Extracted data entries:
====================

"""The demo market: what its files look like, that its truth is true, and where its faults lie."""

from __future__ import annotations

import io
import re

import numpy as np
import pandas as pd
import pytest
from hypothesis import given, settings
from hypothesis import strategies as st

from lineproof.demo import eras, exits, faults, files, make_demo, securities, series

LARGE = {"n_securities": 700, "first": "1950-01", "last": "2024-12", "seed": 20260101}
SMALL = {"n_securities": 60, "first": "1990-01", "last": "2004-12", "seed": 7}
LISTED_FAULTS = {5, 7, 8, 12, 13, 14, 15, 16, 19, 20, 21, 22, 23, 24, 25}
# Faults after which the row still says what the market did.
HARMLESS = {7, 20, 24, 25}


@pytest.fixture(scope="module")
def large() -> dict[str, str | pd.DataFrame]:
    return make_demo(**LARGE)


@pytest.fixture(scope="module")
def small() -> dict[str, str | pd.DataFrame]:
    return make_demo(**SMALL)


@pytest.fixture(scope="module", params=["large", "small"])
def market(request: pytest.FixtureRequest) -> dict[str, str | pd.DataFrame]:
    return request.getfixturevalue(request.param)


def clean_rows(demo: dict[str, str | pd.DataFrame]) -> pd.DataFrame:
    """Rows of returns.csv that carry the truth, joined with it and with the riskless rate."""
    lines = demo["returns.csv"].splitlines()
    spoilt = demo["truth_faults"]
    skip = set(spoilt.loc[~spoilt["fault"].isin(HARMLESS), "line"])
    # A run has up to eight lines and a jump two, though only the first is recorded.
    for fault, length in ((21, 8), (22, 2)):
        for line in spoilt.loc[spoilt["fault"] == fault, "line"]:
            skip |= set(range(line, line + length))
    kept = [line for number, line in enumerate(lines, start=1) if number not in skip]
    rows = pd.read_csv(io.StringIO("\n".join(kept)), dtype={"security": str}, na_values=["NA"])
    rows = rows.drop_duplicates(["security", "date"])
    rows = rows.merge(demo["truth_betas"], on=["security", "date"], validate="one_to_one")
    rows["month"] = rows["date"].str[:7]
    monthly = pd.DataFrame({"market": market_return(demo), "riskless": riskless_return(demo)})
    return rows.join(monthly, on="month")


def market_return(demo: dict[str, str | pd.DataFrame]) -> pd.Series:
    return pd.read_csv(io.StringIO(demo["market.csv"]), index_col="month")["total_return"] / 100


def riskless_return(demo: dict[str, str | pd.DataFrame]) -> pd.Series:
    table = pd.read_csv(io.StringIO(demo["riskless.csv"]), index_col="month")
    return (1.0 + table["annual_yield"] / 100) ** (1 / 12) - 1.0


# --- the shape of what is delivered -----------------------------------------------------------


def test_tables_and_columns(market: dict[str, str | pd.DataFrame]) -> None:
    headers = {
        name: text.partition("\n")[0] for name, text in market.items() if isinstance(text, str)
    }
    assert headers == {
        "returns.csv": "security,date,ret,final_ret,exit_code,price,size,sector",
        "market.csv": "month,total_return",
        "riskless.csv": "month,annual_yield",
        "sector_indices.csv": "asset,month,ret",
    }
    columns = {
        name: list(table) for name, table in market.items() if isinstance(table, pd.DataFrame)
    }
    assert columns == {
        "truth_eras": ["era", "first", "last", "intercept", "slope", "premium"],
        "truth_betas": ["security", "date", "beta", "residual_sd"],
        "truth_faults": ["fault", "kind", "line", "security", "date", "raw"],
    }


def test_clean_lines_have_the_vendor_s_format(market: dict[str, str | pd.DataFrame]) -> None:
    number = r"-?\d+\.\d"
    pattern = re.compile(
        rf"\d{{6}},\d{{4}}-\d\d-\d\d,{number}{{6}},({number}{{6}})?,(ACQ|FAIL|MOVE)?,"
        rf"\d+\.\d{{3}},\d+\.\d{{3}},[a-z]+"
    )
    marked = set(market["truth_faults"]["line"])
    lines = market["returns.csv"].splitlines()
    odd = [
        line
        for number, line in enumerate(lines, start=1)
        if number > 1 and number not in marked and not pattern.fullmatch(line)
    ]
    assert odd == []
    assert "-0.000000" not in market["returns.csv"]


def test_numbers_alive(large: dict[str, str | pd.DataFrame]) -> None:
    truth = large["truth_betas"]
    alive = truth.groupby(truth["date"].str[:7]).size()
    assert len(alive) == 900
    assert alive.min() >= 250
    assert alive.max() <= 450
    assert truth["security"].nunique() == 700
    assert truth["security"].str.fullmatch(r"0\d{5}").all()


def test_dates_are_last_weekdays(market: dict[str, str | pd.DataFrame]) -> None:
    dates = pd.to_datetime(market["truth_betas"]["date"].drop_duplicates())
    expected = pd.date_range(dates.min().replace(day=1), dates.max(), freq="BME")
    assert sorted(dates) == list(expected)


def test_truth_is_in_order_of_security_and_date(market: dict[str, str | pd.DataFrame]) -> None:
    truth = market["truth_betas"]
    assert truth.equals(truth.sort_values(["security", "date"]))


def test_screens_have_something_to_remove(market: dict[str, str | pd.DataFrame]) -> None:
    rows = clean_rows(market)
    assert 0.0 < (rows["price"] < 1.0).mean() < 0.1
    assert 0.0 < (rows["sector"] == "financials").mean() < 0.3
    # Penny shares stay penny shares: no security is on both sides of the screen.
    assert (rows["price"] < 1.0).groupby(rows["security"]).nunique().max() == 1


def test_leavers_have_codes_and_final_returns_in_their_last_row(
    market: dict[str, str | pd.DataFrame],
) -> None:
    rows, truth = clean_rows(market), market["truth_betas"]
    last = rows["date"] == rows["security"].map(truth.groupby("security")["date"].max())
    leaves = last & (rows["date"] < truth["date"].max())
    assert leaves.sum() > 10
    assert rows.loc[leaves, "exit_code"].notna().all()
    assert rows.loc[~leaves, ["exit_code", "final_ret"]].isna().all(axis=None)
    assert rows.loc[rows["final_ret"].notna(), "exit_code"].notna().all()
    assert rows.loc[rows["final_ret"].notna(), "final_ret"].between(-0.9, 0.5).all()


def test_every_sector_index_is_complete(market: dict[str, str | pd.DataFrame]) -> None:
    index = pd.read_csv(io.StringIO(market["sector_indices.csv"]))
    wide = index.pivot(index="month", columns="asset", values="ret")
    assert list(wide.index) == list(market_return(market).index)
    assert wide.shape[1] == 10
    assert wide.notna().all(axis=None)


# --- determinism ------------------------------------------------------------------------------


def test_same_arguments_give_the_same_bytes(small: dict[str, str | pd.DataFrame]) -> None:
    again = make_demo(**SMALL)
    assert list(again) == list(small)
    for name, table in small.items():
        if isinstance(table, str):
            assert again[name] == table
        else:
            pd.testing.assert_frame_equal(again[name], table, check_exact=True)


def test_another_seed_gives_another_market(small: dict[str, str | pd.DataFrame]) -> None:
    other = make_demo(**SMALL | {"seed": 8})
    for name in set(small) - {"truth_eras"}:
        assert not (
            other[name] == small[name]
            if isinstance(small[name], str)
            else other[name].equals(small[name])
        )


@pytest.mark.parametrize(
    ("change", "message"),
    [
        ({"n_securities": 39}, "n_securities must be 40 to 40000, not 39"),
        ({"n_securities": 40_001}, "not 40001"),
        ({"last": "1994-11"}, "59 months; at least 60"),
        ({"last": "1980-01"}, "0 months"),
        ({"first": "a month"}, "(?i)a month"),
    ],
)
def test_impossible_requests_are_refused(change: dict[str, object], message: str) -> None:
    with pytest.raises(ValueError, match=message):
        make_demo(**SMALL | change)


# --- the truth is true ------------------------------------------------------------------------


def test_the_market_is_the_size_weighted_mean(market: dict[str, str | pd.DataFrame]) -> None:
    """In months without a faulty row, sizes in the file rebuild the market and its beta."""
    rows, truth = clean_rows(market), market["truth_betas"]
    listed = truth.groupby(truth["date"].str[:7]).size()
    sound = rows[rows["size"] > 0].groupby("month").size().reindex(listed.index) == listed
    rows["position"] = listed.index.get_indexer(rows["month"])
    before = rows[["security", "position", "size"]].assign(position=rows["position"] + 1)
    rows = rows.merge(before, on=["security", "position"], suffixes=("", "_before"))
    rows = rows[rows["month"].isin(listed.index[sound & sound.shift(fill_value=False)])]
    assert rows["month"].nunique() > 20
    month, weight = rows["month"], rows["size_before"]
    total = weight.groupby(month).sum()
    returns = (weight * rows["ret"]).groupby(month).sum() / total
    # Half a unit of the sixth decimal, in which returns are printed.
    assert (returns - market_return(market)).abs().max() < 5.1e-7
    betas = (weight * rows["beta"]).groupby(month).sum() / total
    np.testing.assert_allclose(betas, 1.0, atol=1e-12)


def test_eras_split_the_default_span_at_the_intended_years(
    large: dict[str, str | pd.DataFrame],
) -> None:
    table = large["truth_eras"]
    assert table["first"].tolist() == ["1950-01", "1972-01", "1989-01", "2007-01"]
    assert table["last"].tolist() == ["1971-12", "1988-12", "2006-12", "2024-12"]
    assert np.allclose(table["intercept"] + table["slope"], table["premium"], rtol=0, atol=1e-15)


def test_the_premium_is_positive_and_near_the_truth_in_each_era(
    large: dict[str, str | pd.DataFrame],
) -> None:
    excess = market_return(large) - riskless_return(large)
    for era in large["truth_eras"].itertuples():
        months = excess[era.first : era.last]
        assert months.mean() > 0
        # KEPT_MEAN_SHOCK of the ordinary sampling error is left.
        allowed = 3 * series.KEPT_MEAN_SHOCK * series.MARKET_SD / np.sqrt(len(months))
        assert months.mean() == pytest.approx(era.premium, abs=allowed)
    assert excess.std() == pytest.approx(series.MARKET_SD, rel=0.15)


def test_monthly_cross_sections_on_true_betas_recover_each_era(
    large: dict[str, str | pd.DataFrame],
) -> None:
    rows = clean_rows(large)
    rows["excess"] = rows["ret"] - rows["riskless"]
    lines = {}
    for month, rows_of_month in rows.groupby("month"):
        regressors = np.column_stack([np.ones(len(rows_of_month)), rows_of_month["beta"]])
        lines[month] = np.linalg.lstsq(regressors, rows_of_month["excess"], rcond=None)[0]
    lines = pd.DataFrame(lines, index=["intercept", "slope"]).T
    # The month's market return moves the slope one for one; without it the slope is known well.
    lines["beyond_market"] = lines["slope"] - (market_return(large) - riskless_return(large))
    for era in large["truth_eras"].itertuples():
        months = lines[era.first : era.last]
        se = months.std() / np.sqrt(len(months))
        truth = {
            "intercept": era.intercept,
            "slope": era.slope,
            "beyond_market": era.slope - era.premium,
        }
        for term, value in truth.items():
            assert abs(months[term].mean() - value) < 3 * se[term], (era.era, term)
        assert se["beyond_market"] < 0.001


def test_residuals_have_their_stated_risk_and_heavy_tails(
    large: dict[str, str | pd.DataFrame],
) -> None:
    rows = clean_rows(large)
    intercept = pd.Series(
        eras.by_month("intercept", 900), index=sorted(set(rows["month"])), name="zero"
    )
    rows = rows.join(intercept, on="month")
    excess = rows["market"] - rows["riskless"]
    line = rows["zero"] * (1 - rows["beta"]) + rows["beta"] * excess
    standardised = (rows["ret"] - rows["riskless"] - line) / rows["residual_sd"]
    # 290,000 draws with a kurtosis of nine: the sd has a standard error of .0026; three of them.
    assert standardised.std() == pytest.approx(1.0, abs=0.008)
    assert standardised.kurt() > 2.0
    # Residual risk rises with the size of beta, group by group.
    groups = pd.qcut(rows["beta"].abs(), 10, labels=False)
    assert rows["residual_sd"].groupby(groups).mean().is_monotonic_increasing


def test_true_betas_move_slowly_and_revert(large: dict[str, str | pd.DataFrame]) -> None:
    truth = large["truth_betas"]
    by_security = truth.groupby("security")["beta"]
    assert by_security.diff().std() < 0.06
    assert by_security.std().dropna().median() > 0.1
    assert 0.4 < truth["beta"].std() < 0.7


def test_regressions_of_long_lived_securities_find_their_mean_beta(
    large: dict[str, str | pd.DataFrame],
) -> None:
    rows = clean_rows(large)
    inside = 0
    lived = [group for _, group in rows.groupby("security") if len(group) > 600]
    for group in lived:
        regressors = np.column_stack([np.ones(len(group)), group["market"] - group["riskless"]])
        outcome = group["ret"] - group["riskless"]
        found, squares, *_ = np.linalg.lstsq(regressors, outcome, rcond=None)
        variance = squares[0] / (len(group) - 2) * np.linalg.inv(regressors.T @ regressors)
        inside += abs(found[1] - group["beta"].mean()) < 3 * np.sqrt(variance[1, 1])
    assert len(lived) > 50
    # Betas wander with the market's heavy tails, so a little under the nominal 99.7 %.
    assert inside / len(lived) > 0.95


# --- parts, by hand ---------------------------------------------------------------------------


def test_zero_beta_line_by_hand() -> None:
    # intercept .004 + slope .001 = premium .005; market excess .02, so a shock of .015:
    # beta 0: .004; beta 1: .02; beta 2: .004 + 2 * .001 + 2 * .015 = .036; plus riskless .003.
    line = securities.zero_beta_line(np.array([0.0, 1.0, 2.0]), 0.023, 0.003, 0.004)
    np.testing.assert_allclose(line, [0.007, 0.023, 0.039], rtol=0, atol=1e-15)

====================

Exercise requirements
Write the number of lines in the data above that contain "splitlines", adding no other words.

Exercise response
2